Trump arrives in China for a high-stakes summit in which the giant shadow of war looms

Trump arrives in China for a high-stakes summit in which the giant shadow of war looms

ANALYSIS || The Trump administration wanted to paint the trip to Beijing with gold, but the war in Iran has complicated everything, and it is unlikely that the American president will be able to achieve the dividends he seeks. Analysts are keeping expectations low for now, but will keep an eye on everything that will – and won’t – be said

It is the seventh time that Donald Trump has met with Xi Jinping in the last decade, but only the second since the beginning of his second presidential term, in January 2025. At the end of October of that year, the American president met with his Chinese counterpart on the sidelines of the APEC summit, in South Korea, to discuss a truce in the global tariff war that Trump had inaugurated months before – which, in the case of China, involved duties of 145% on products exported by the country to the USA, leading Beijing to promise retaliatory tariffs of 125% on North American imports.

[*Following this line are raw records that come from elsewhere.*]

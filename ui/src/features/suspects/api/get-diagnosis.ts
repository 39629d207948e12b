import { keepPreviousData, queryOptions, useQuery } from '@tanstack/react-query';
import { type DiagnosisResult } from '@engine/diagnosis-types';
import { apiClient } from '@/lib/api-client';
import { type CaseReading, revisionOfReadings } from '@/lib/bench/case-reading';
import { useSettled } from '../hooks/useSettled';

/** A diagnosis as the service stores it. */
export interface Diagnosis {
  id: number;
  /** When it was made, ISO 8601. */
  at: string;
  engineVersion: string;
  ms: number;
  result: DiagnosisResult;
  /** Readings it was made from, in the order that `ReadingEvidence.reading` counts. */
  readingIds: number[];
}

/** How long readings must rest before the diagnosis is asked for again, in ms. */
export const DIAGNOSIS_REST_MS = 350;

/**
 * Runs the diagnosis of a case; the same state gives the stored answer.
 *
 * @param caseId id of the case.
 * @param signal aborts the request when a newer one takes its place.
 * @returns ranked suspects and what to read next.
 */
export async function runDiagnosis(caseId: string, signal?: AbortSignal): Promise<Diagnosis> {
  const { data } = await apiClient.post<Diagnosis>(`/cases/${caseId}/diagnosis`, {}, { signal });
  return data;
}

/** Query options of the diagnosis for one state of the case. */
export function diagnosisQuery(caseId: string, revision: string) {
  return queryOptions({
    queryKey: ['cases', caseId, 'diagnosis', revision],
    queryFn: ({ signal }) => runDiagnosis(caseId, signal),
    placeholderData: keepPreviousData,
    staleTime: Infinity,
    retry: 1,
  });
}

/**
 * Keeps the diagnosis of a case in step with its readings.
 *
 * Any number of panels may call it: they share one request. The newest state wins, the one before stays
 * visible meanwhile (`isPlaceholderData`).
 *
 * @param caseId id of the case.
 * @param readings readings as the service keeps them; none, no diagnosis.
 * @param caseVersion changes when circuit, as found or line voltage do.
 */
export function useDiagnosis(
  caseId: string,
  readings: readonly CaseReading[] | undefined,
  caseVersion?: number,
) {
  const revision = `${caseVersion ?? ''}:${revisionOfReadings(readings ?? [])}`;
  const settled = useSettled(revision, DIAGNOSIS_REST_MS);
  const query = useQuery({
    ...diagnosisQuery(caseId, settled),
    // Only the state that has come to rest is asked about, never one that is already past.
    enabled: (readings?.length ?? 0) > 0 && settled === revision,
  });
  return { ...query, isCatchingUp: query.isPlaceholderData || settled !== revision };
}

It was a short trade war that was suspended precisely at this meeting for a period of one year, a pause that should end in October this year if the two leaders do not reach a new understanding. It was also a first demonstration of how the Americans’ arch-rival had tricks up its sleeve to force a concession from the Trump administration, in this case the rare minerals on which the US technology industry depends so much.

The issue of the pending trade war will be one of the inescapable topics of the summit that will take place this Thursday, in the context of Trump’s first official visit to China in this second term, after a first in 2017 – and one that the American leader hopes will be reciprocated with a trip by Xi to Washington DC later this year. The issue of the suspended trade war will be one of the topics to be addressed, but it is far from being the only one – especially because the same war in Iran that led Trump to postpone this trip to May continues with no end in sight, making life difficult for the American president in his quest to project an image of undeniable strength and power.

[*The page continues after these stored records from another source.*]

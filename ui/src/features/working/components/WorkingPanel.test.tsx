import { screen } from '@testing-library/react';
import userEvent from '@testing-library/user-event';
import { beforeEach, describe, expect, it, vi } from 'vitest';
import { apiClient } from '@/lib/api-client';
import { consoleString } from '@/testing/fixtures/circuits';
import { renderPanel } from '@/testing/fixtures/renderPanel';
import { type Working } from '../api/get-working';
import { WorkingPanel } from './WorkingPanel';

vi.mock('@/lib/api-client', () => ({ apiClient: { get: vi.fn(), post: vi.fn() } }));
const client = vi.mocked(apiClient);

const working: Working = {
  nodes: ['B2', 'B3'],
  equations: [
    { node: 'B2', text: '(117 - vB2)/12 = (vB2 - vB3)/22' },
    { node: 'B3', text: 'the rest in words' },
  ],
  solution: { B2: 109.9, B3: 96.2 },
  notes: ['Heaters stand as fixed resistances.'],
  residual: 2e-12,
  agreesWithSolver: true,
};
const readings = [
  { id: 7, take: 'ac-volts' as const, at: ['B4', 'CHASSIS'] as [string, string], value: 71 },
];

function panel() {
  return <WorkingPanel caseId="c1" netlist={consoleString} readings={readings} part="R1B" />;
}

beforeEach(() => {
  client.get.mockReset();
  client.post.mockReset();
  client.get.mockResolvedValue({ data: working });
});

describe('WorkingPanel', () => {
  it('shows equations, solution and how far to trust them', async () => {
    renderPanel(panel());
    const equation = await screen.findByLabelText('(117 - vB2)/12 = (vB2 - vB3)/22');
    expect(equation.querySelectorAll('mfrac')).toHaveLength(2);
    expect(screen.getByText('the rest in words')).toBeInTheDocument();
    expect(screen.getByRole('table', { name: 'Solution of the equations' })).toHaveTextContent(
      'Dropper lug 1109.9 V',
    );
    expect(screen.getByText(/A second, numeric solution agrees/)).toBeInTheDocument();
  });

  it('says so when the two solutions disagree', async () => {
    client.get.mockResolvedValue({ data: { ...working, residual: 0.02, agreesWithSolver: false } });
    renderPanel(panel());
    expect(await screen.findByText(/does not agree/)).toHaveTextContent('do not rely on it');
  });

  it('finds the value that a part would need', async () => {
    client.post.mockResolvedValue({
      data: {
        part: 'R1B',
        reading: readings[0],
        text: 'v = 76.3 + 812/(x + 54.9)',
        impliedValue: 131.7,
        unit: 'ohms',
        note: '',
      },
    });
    renderPanel(panel());
    await userEvent.click(await screen.findByRole('button', { name: 'Find the value' }));
    expect(await screen.findByText('R1B would have to be 132 Ω.')).toBeInTheDocument();
    expect(client.post).toHaveBeenCalledWith('/cases/c1/working/closed-form', {
      part: 'R1B',
      take: 'ac-volts',
      at: ['B4', 'CHASSIS'],
      readingPart: undefined,
    });
  });

  it('tells at the field why a reading cannot be traced', async () => {
    client.post.mockRejectedValue({
      response: {
        status: 422,
        data: { title: 'No', detail: 'This reading does not hang on R1B.' },
      },
    });
    renderPanel(panel());
    await userEvent.click(await screen.findByRole('button', { name: 'Find the value' }));
    expect(await screen.findByText('This reading does not hang on R1B.')).toBeInTheDocument();
  });
});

“It’s remarkable that President Trump is willing to go to China under these circumstances,” said earlier this week , president of The Asia Group who was Joe Biden’s adviser on China affairs — “but I also have to say that it is deeply unusual that China is willing to host him.”

Geopolitically, the summit could not be more risky. And the fact that the war in Iran has not yet come to an end adds an element of unpredictability to a summit that was initially prepared with an exclusive focus on economic issues. “There is an element [a guerra no Médio Oriente] which is of utmost importance to both sides” and which “complicated matters” for Trump, Edgard Kagan, former US ambassador to Malaysia and current Freeman Chair of China studies at the Center for Strategic and International Studies (CSIS). “Obviously, the president would have preferred to go to China with a satisfactory resolution that would give him a great boost for the future.”

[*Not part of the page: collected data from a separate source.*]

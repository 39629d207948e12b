import { type NextReading } from '@engine/diagnosis-types';
import { type Netlist, type Seen } from '@engine/netlist/types';
import { Button, Select, Text } from '@fluentui/react-components';
import { ChevronLeftRegular, ChevronRightRegular } from '@fluentui/react-icons';
import { labelForReading, type Place, placeKey, placeOf } from '@/lib/bench/places';
import { takenInWords } from '@/lib/bench/quantities';
import { isPoweredReading, SEEN_WORDS, TAKE_WORDS } from '@/lib/bench/takes';
import { type GridSection, placesOf } from '../grid/grid-model';
import { type ReadingEntry } from '../hooks/useReadingEntry';
import { useBenchEntryStyles } from './BenchEntry.styles';
import { CautionNote } from './CautionNote';
import { LeadSketch } from './LeadSketch';
import { NumberPad } from './NumberPad';

interface BenchEntryProps {
  netlist: Netlist;
  sections: GridSection[];
  nextReadings: NextReading[];
  entry: ReadingEntry;
  /** Place shown; the suggested one when none was chosen. */
  place?: Place;
  isReadOnly: boolean;
  isCautionAcknowledged: boolean;
  onNeedCautions: () => void;
  onPlace: (place: Place) => void;
}

/** One reading at a time in large type, with a number pad: for use with a lead in each hand. */
export function BenchEntry(props: BenchEntryProps) {
  const { netlist, sections, nextReadings, entry, isReadOnly, onPlace } = props;
  const styles = useBenchEntryStyles();
  const groups = sections.map((section) => ({
    title: section.title,
    places: uniquePlaces(section),
  }));
  const places = groups.flatMap((group) => group.places);
  const shown = props.place ?? nextReadings[0] ?? places[0];
  if (!shown) {
    return <Text>This circuit has no place for a lead yet. Add parts to it first.</Text>;
  }
  const place = placeOf(shown);
  const key = placeKey(place);
  const index = places.findIndex((other) => placeKey(other) === key);
  const cell = entry.entryOf(place);
  const isLocked = isPoweredReading(place.take) && !props.isCautionAcknowledged;
  const saved = cell.value === undefined ? '' : takenInWords(cell.value, place.take);
  const suggested = nextReadings.find((next) => placeKey(next) === key);
  const { unit } = TAKE_WORDS[place.take];

  const goOn = () => {
    const other = nextReadings.find((next) => placeKey(next) !== key);
    const following = suggested && other ? other : places[index + 1];
    if (following) onPlace(following);
  };
  const handleEnter = () => {
    if (entry.enter(place)) goOn();
  };
  const step = (by: number) => onPlace(places[(index + by + places.length) % places.length]);

  return (
    <section className={styles.root} aria-label="One reading">
      <div className={styles.chooser}>
        <Button
          className={styles.step}
          icon={<ChevronLeftRegular />}
          aria-label="Reading before"
          onClick={() => step(-1)}
        />
        <Select
          aria-label="Reading"
          className={styles.select}
          value={key}
          onChange={(_event, { value }) => {
            const chosen = places.find((other) => placeKey(other) === value);
            if (chosen) onPlace(chosen);
          }}
        >
          {groups.map(({ title, places: own }) => (
            <optgroup key={title} label={title}>
              {own.map((other) => (
                <option key={placeKey(other)} value={placeKey(other)}>
                  {capital(labelForReading(netlist, other))}
                </option>
              ))}
            </optgroup>
          ))}
        </Select>
        <Button
          className={styles.step}
          icon={<ChevronRightRegular />}
          aria-label="Reading after"
          onClick={() => step(1)}
        />
      </div>
      <div>
        <Text size={200} className={styles.state}>
          {suggested ? 'Suggested next, ' : ''}
          {isPoweredReading(place.take) ? 'with the set powered' : 'with the power off'}
        </Text>
        <h3 className={styles.title}>{capital(labelForReading(netlist, place))}</h3>
      </div>
      <LeadSketch netlist={netlist} place={place} />
      {isLocked ? (
        <CautionNote onNeedCautions={props.onNeedCautions} />
      ) : place.take === 'sign' ? (
        <div className={styles.looks} role="group" aria-label={labelForReading(netlist, place)}>
          {(Object.keys(SEEN_WORDS) as Seen[]).map((seen) => (
            <Button
              key={seen}
              className={styles.look}
              appearance={cell.seen === seen ? 'primary' : 'secondary'}
              aria-pressed={cell.seen === seen}
              disabled={isReadOnly}
              onClick={() => {
                entry.see(place, cell.seen === seen ? undefined : seen);
                if (cell.seen !== seen) goOn();
              }}
            >
              {SEEN_WORDS[seen].word}
            </Button>
          ))}
        </div>
      ) : (
        <>
          <output className={styles.value} aria-label="Value">
            {cell.draft ?? saved}
            {cell.draft !== undefined && cell.draft !== 'OL' && (
              <span className={styles.unit}>{unit}</span>
            )}
            {cell.draft === undefined && saved === '' && (
              <span className={styles.unit}>– {unit}</span>
            )}
          </output>
          {cell.error && (
            <p role="alert" className={styles.error}>
              {cell.error}
            </p>
          )}
          {!isReadOnly && (
            <NumberPad
              take={place.take}
              text={cell.draft ?? ''}
              onText={(text) => entry.type(place, text)}
              onEnter={handleEnter}
            />
          )}
        </>
      )}
    </section>
  );
}

/** Looks stand in both sections; here once. */
function uniquePlaces(section: GridSection): Place[] {
  return placesOf(section).filter(({ take }) => take !== 'sign' || section.id === 'cold');
}

function capital(text: string): string {
  return text === '' ? text : text[0].toUpperCase() + text.slice(1);
}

In search of unlikely dividends

There are those who believe that Trump’s visit to Beijing will be the American president’s “last act” before moving forward with a ground operation in Iran, as military expert Jorge Saramago mentioned yesterday in . At the very least, it is expected that the American president will try to obtain some kind of diplomatic help from China to reopen the Strait of Hormuz – whose closure is not only having disastrous consequences for the global economy, including for Washington and Beijing, but has also opened a huge hole in the image of American hegemony.

The big question in the air is what kind of concessions will Beijing demand in exchange for this help, even if covert, to help the crossings in Hormuz resume – will they be commercial concessions or also in relation to Taiwan, a territory over which China claims sovereignty and which it defines as one at this summit, which before the Trump administration always had the USA as its great ally? As a former senior US official pointed out to CNN: “These are not the desirable strategic conditions for a summit between great powers.”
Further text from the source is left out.